The reduction or loss of
plakoglobin expression in late-stage
bladder cancer has been correlated with poor survival where upregulation of this
catenin member by
histone deacetylase inhibitors has been shown to accompany tumour suppression in an in vivo model. In this study, we directly addressed the question of the role of
plakoglobin in bladder
tumorigenesis following restoration, or knockdown of expression in bladder
carcinoma cell lines. Restoration of
plakoglobin expression resulted in a reduction in migration and suppression of tumorigenic potential in vivo. Immunocytochemistry revealed cytoplasmic and membranous localisation of
plakoglobin in transfectants with < 1% of cells displaying detectable nuclear localisation of
plakoglobin.
siRNA knockdown experiments targeting
plakoglobin, revealed enhanced migration in all cell lines in the presence and absence of
E-cadherin expression.
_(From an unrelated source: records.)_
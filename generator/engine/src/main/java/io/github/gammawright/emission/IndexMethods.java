package io.github.gammawright.emission;

import com.palantir.javapoet.CodeBlock;
import com.palantir.javapoet.FieldSpec;
import com.palantir.javapoet.MethodSpec;
import io.github.gammawright.geometry.Layout;
import io.github.gammawright.geometry.Shape;
import java.util.Arrays;
import java.util.List;
import java.util.Objects;
import javax.lang.model.element.Modifier;

/** Writes the constants that give the lengths, and the methods that say where a component is. */
final class IndexMethods {

    private static final List<String> INDICES = List.of("l", "k", "i", "j");

    private static final List<String> CURVATURE_INDICES = List.of("k", "l", "i", "j");

    private static final int LARGEST_SWITCH = 128;

    private final EmissionContext context;

    IndexMethods(EmissionContext context) {
        this.context = context;
    }

    void emitLengths() {
        constant(
                "DIMENSION",
                "The number of coordinates.",
                context.model().definition().dimension());
        for (int r = 0; r < context.model().results().size(); r++) {
            String name = context.names().results().get(r);
            constant(context.lengthConstant(r), "The number of entries of {@code " + name + "}.", context.length(r));
        }
    }

    void emitWorkspaceLength(int length) {
        constant("WORKSPACE_LENGTH", "The number of entries that a workspace needs.", length);
    }

    void emit() {
        for (KernelModel.Result result : context.model().results()) {
            index(result);
        }
    }

    private void constant(String name, String javadoc, int value) {
        context.type()
                .addField(FieldSpec.builder(int.class, name, Modifier.PUBLIC, Modifier.STATIC, Modifier.FINAL)
                        .addJavadoc(javadoc)
                        .initializer("$L", value)
                        .build());
    }

    private void index(KernelModel.Result result) {
        Shape shape = result.shape();
        String name = context.isSingle() ? "index" : result.quantity().variableName() + "Index";
        MethodSpec.Builder method = MethodSpec.methodBuilder(name)
                .addModifiers(Modifier.PUBLIC, Modifier.STATIC)
                .returns(int.class)
                .addJavadoc(
                        "$L",
                        MethodJavadoc.index(
                                result, context.isSingle(), context.model().layout() == Layout.NON_ZERO));
        boolean packed = context.model().layout() != Layout.FULL;
        boolean curvature = shape.symmetry() == Shape.Symmetry.CURVATURE;
        List<String> indices = curvature ? CURVATURE_INDICES : names(shape.rank());
        indices.forEach(index -> method.addParameter(int.class, index));
        method.addCode(packed && curvature ? pairPosition(shape.extents().get(0)) : position(shape, indices, packed));
        if (isLookedUp()) {
            lookUp(result, method);
        }
        context.type().addMethod(method.build());
        if (packed && curvature) {
            sign(result, name);
        }
    }

    /** The sign with which the stored component enters that of the given indices. */
    private void sign(KernelModel.Result result, String index) {
        String name = context.isSingle() ? "sign" : result.quantity().variableName() + "Sign";
        MethodSpec.Builder method = MethodSpec.methodBuilder(name)
                .addModifiers(Modifier.PUBLIC, Modifier.STATIC)
                .returns(int.class)
                .addJavadoc("$L", MethodJavadoc.sign(result, context.isSingle()));
        CURVATURE_INDICES.forEach(i -> method.addParameter(int.class, i));
        method.addStatement("return $L(k, l, i, j) < 0 ? 0 : (k > l) == (i > j) ? 1 : -1", index);
        context.type().addMethod(method.build());
    }

    /** Pairs A = k(k−1)/2 + l of k &gt; l and B alike, at A(A+1)/2 + B for A ≥ B. */
    private CodeBlock pairPosition(int n) {
        CodeBlock.Builder code = CodeBlock.builder();
        for (String index : CURVATURE_INDICES) {
            code.addStatement("$T.checkIndex($L, $L)", Objects.class, index, n);
        }
        code.beginControlFlow("if (k == l || i == j)").addStatement("return -1").endControlFlow();
        String math = context.functions().math();
        code.addStatement("int first = $1L.max(k, l) * ($1L.max(k, l) - 1) / 2 + $1L.min(k, l)", math);
        code.addStatement("int second = $1L.max(i, j) * ($1L.max(i, j) - 1) / 2 + $1L.min(i, j)", math);
        code.addStatement("int row = $L.max(first, second)", math);
        code.addStatement("int column = $L.min(first, second)", math);
        code.addStatement("$L row * (row + 1) / 2 + column", isLookedUp() ? "int position =" : "return");
        return code.build();
    }

    private boolean isLookedUp() {
        return context.model().layout() == Layout.NON_ZERO;
    }

    private static List<String> names(int rank) {
        return switch (rank) {
            case 1 -> List.of("k");
            case 2 -> List.of("i", "j");
            default -> INDICES.subList(INDICES.size() - rank, INDICES.size());
        };
    }

    /** Row-major order, in which the last two indices may be folded to a triangle. */
    private CodeBlock position(Shape shape, List<String> indices, boolean packed) {
        CodeBlock.Builder code = CodeBlock.builder();
        boolean triangle = packed && shape.symmetricPair();
        int rows = triangle ? shape.rank() - 2 : shape.rank();
        for (int i = 0; i < indices.size(); i++) {
            String index = indices.get(i);
            String counted = shape.first() == 0 ? index : index + " - " + shape.first();
            code.addStatement(
                    "$T.checkIndex($L, $L)",
                    Objects.class,
                    counted,
                    shape.extents().get(i));
        }
        StringBuilder position = new StringBuilder();
        for (int i = 0; i < rows; i++) {
            String counted = shape.first() == 0 ? indices.get(i) : indices.get(i) + " - " + shape.first();
            if (i == 0) {
                position.append(counted);
            } else {
                String former = position.toString();
                position.setLength(0);
                position.append(i == 1 && shape.first() == 0 ? former : "(" + former + ")");
                position.append(" * ")
                        .append(shape.extents().get(i))
                        .append(" + ")
                        .append(counted);
            }
        }
        if (triangle) {
            int n = shape.extents().get(shape.rank() - 1);
            String counted = shape.first() == 0 ? "" : " - " + shape.first();
            String i = indices.get(shape.rank() - 2) + counted;
            String j = indices.get(shape.rank() - 1) + counted;
            code.addStatement("int row = $L.max($L, $L)", context.functions().math(), i, j);
            code.addStatement("int column = $L.min($L, $L)", context.functions().math(), i, j);
            String former =
                    rows == 0 ? "" : (rows == 1 ? position : "(" + position + ")") + " * " + n * (n + 1) / 2 + " + ";
            position = new StringBuilder(former + "row * (row + 1) / 2 + column");
        }
        code.addStatement(
                "$L $L", isLookedUp() ? "int position =" : "return", position.isEmpty() ? "0" : position.toString());
        return code.build();
    }

    private void lookUp(KernelModel.Result result, MethodSpec.Builder method) {
        int[] slots = new int[result.shape().packedLength()];
        Arrays.fill(slots, -1);
        for (int slot = 0; slot < result.components().size(); slot++) {
            int[] tuple =
                    result.components().get(slot).stream().mapToInt(i -> i).toArray();
            slots[result.shape().packedIndex(tuple)] = slot;
        }
        if (result.components().size() > LARGEST_SWITCH) {
            String name = context.isSingle() ? "INDEX" : result.quantity().name() + "_INDEX";
            IndexTable table = new IndexTable(name, slots);
            table.emit(context.type());
            method.addCode(table.lookUp());
            return;
        }
        method.beginControlFlow("switch (position)");
        for (int position = 0; position < slots.length; position++) {
            if (slots[position] >= 0) {
                method.addCode("case $L: return $L;\n", position, slots[position]);
            }
        }
        method.addCode("default: return -1;\n");
        method.endControlFlow();
    }
}
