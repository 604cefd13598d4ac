package io.github.gammawright.emission;

import com.palantir.javapoet.CodeBlock;
import com.palantir.javapoet.MethodSpec;
import io.github.gammawright.graph.RealFunction;
import java.util.List;
import javax.lang.model.element.Modifier;

/**
 * Writes sine and cosine as methods of the class, for kernels that don't call the library's. Both reduce their argument
 * and evaluate the same two polynomials, and neither branches within |x| ≤ 2²⁰, so that the virtual machine's compiler,
 * which inlines them, computes what they have in common once. Operation counts list the two of one argument, or either,
 * as one {@code sincos}.
 *
 * <p>Reduction after Cody &amp; Waite, Software Manual for the Elementary Functions (1980): π/2 in three parts of 33 bits,
 * whose multiples are exact, and a fourth; the remainder is the sum of two doubles. The polynomials are minimax for the
 * relative error on |y| ≤ 1.001·π/4, found by Remez' exchange with the coefficients rounded one after the other: 2^−57.9
 * for the sine, 2^−63.9 for the cosine.
 */
final class TrigonometryHelpers {

    private static final String[] SINE = {
        "-0x1.5555555555548p-3",
        "0x1.111111110f730p-7",
        "-0x1.a01a019be9209p-13",
        "0x1.71de355529c96p-19",
        "-0x1.ae5e4b8222338p-26",
        "0x1.5d8b54ece59b1p-33"
    };

    private static final String[] COSINE = {
        "0x1.555555555554bp-5",
        "-0x1.6c16c16c15005p-10",
        "0x1.a01a019c8c7efp-16",
        "-0x1.27e4f7ef0fd63p-22",
        "0x1.1ee9d9c91f80cp-29",
        "-0x1.8fa5554ee835bp-37"
    };

    private final EmissionContext context;

    TrigonometryHelpers(EmissionContext context) {
        this.context = context;
    }

    void emit() {
        List<MethodSpec> methods = context.privateMethods();
        boolean sine = context.functions().helpers().contains(RealFunction.SIN);
        boolean cosine = context.functions().helpers().contains(RealFunction.COS);
        if (sine) {
            methods.add(
                    method("sin", "x").addStatement("return circular(x, 0L)").build());
        }
        if (cosine) {
            methods.add(
                    method("cos", "x").addStatement("return circular(x, 1L)").build());
        }
        if (sine || cosine) {
            methods.add(circular());
            methods.add(sinePolynomial());
            methods.add(cosinePolynomial());
        }
    }

    private static MethodSpec.Builder method(String name, String... arguments) {
        MethodSpec.Builder method = MethodSpec.methodBuilder(name)
                .addModifiers(Modifier.PRIVATE, Modifier.STATIC)
                .returns(double.class);
        for (String argument : arguments) {
            method.addParameter(double.class, argument);
        }
        return method;
    }

    private MethodSpec circular() {
        String math = context.functions().math();
        String strict = context.functions().javaLang("StrictMath");
        String bits = context.functions().javaLang("Double") + ".doubleToRawLongBits";
        return method("circular", "x")
                .addParameter(long.class, "quarters")
                .addJavadoc("""
                        sin(x + quarters·π/2) for 0 or 1 quarter turn: sine or cosine, with an error below one unit in
                        the last place and the same to the last bit on every machine.
                        """)
                .addStatement("double magnitude = $L.abs(x)", math)
                .beginControlFlow("if (!(magnitude >= 0x1p-27 && magnitude <= 0x1p20))")
                .beginControlFlow("if (magnitude < 1.0)")
                .addStatement("return quarters == 0L ? x : 1.0")
                .endControlFlow()
                .addStatement("return quarters == 0L ? $1L.sin(x) : $1L.cos(x)", strict)
                .endControlFlow()
                .addComment("the nearest multiple n of \u03c0/2; the sum ends in the bits of that integer")
                .addStatement("double shifted = x * 0x1.45f306dc9c883p-1 + 0x1.8p52")
                .addStatement("double n = shifted - 0x1.8p52")
                .addStatement("double y0 = x - n * 0x1.921fb544p0")
                .addStatement("double n1 = n * 0x1.0b4611a6p-34")
                .addStatement("double n2 = n * 0x1.3198a2ep-69")
                .addStatement("double rest = n1 + n2")
                .addStatement("double y = y0 - rest")
                .addStatement("double low = ((y0 - y) - rest) - (((n1 - rest) + n2) + n * 0x1.b839a252049c1p-104)")
                .addStatement("long sine = $L(sinePolynomial(y, low))", bits)
                .addStatement("long cosine = $L(cosinePolynomial(y, low))", bits)
                .addStatement("long turn = $L(shifted) + quarters", bits)
                .addStatement("long chosen = sine ^ ((sine ^ cosine) & -(turn & 1L))")
                .addStatement(
                        "return $L.longBitsToDouble(chosen ^ ((turn & 2L) << 62))",
                        context.functions().javaLang("Double"))
                .build();
    }

    private static MethodSpec sinePolynomial() {
        return method("sinePolynomial", "y", "low")
                .addStatement("double z = y * y")
                .addStatement("double z2 = z * z")
                .addCode(pairs(SINE))
                .addStatement("return y + (z * y * (a + z2 * (b + z2 * c)) + low * (1.0 - 0.5 * z))")
                .build();
    }

    private static MethodSpec cosinePolynomial() {
        return method("cosinePolynomial", "y", "low")
                .addStatement("double z = y * y")
                .addStatement("double z2 = z * z")
                .addCode(pairs(COSINE))
                .addStatement("double h = 1.0 - 0.5 * z")
                .addStatement("return h + ((((1.0 - h) - 0.5 * z) - y * low) + z2 * (a + z2 * (b + z2 * c)))")
                .build();
    }

    /** The polynomial in pairs of coefficients, which a processor can compute side by side. */
    private static CodeBlock pairs(String... coefficients) {
        CodeBlock.Builder code = CodeBlock.builder();
        for (int i = 0; i < 3; i++) {
            String first = coefficients[2 * i];
            String second = coefficients[2 * i + 1];
            String operator = second.startsWith("-") ? "-" : "+";
            code.addStatement(
                    "double $L = $L $L z * $L", "abc".charAt(i), first, operator, second.replace("-0x", "0x"));
        }
        return code.build();
    }
}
In bladder cell lines expressing low levels of
plakoglobin and desmoglein-2, elevated levels of desmoglein-2 were detected following restoration of
plakoglobin expression in transfected cell lines. Analysis of wnt signalling revealed no activation event associated with
plakoglobin expression in the bladder model. These results show that
plakoglobin acts as a tumour suppressor gene in bladder
carcinoma cells and the silencing of
plakoglobin gene expression in late-stage
bladder cancer is a primary event in tumour progression.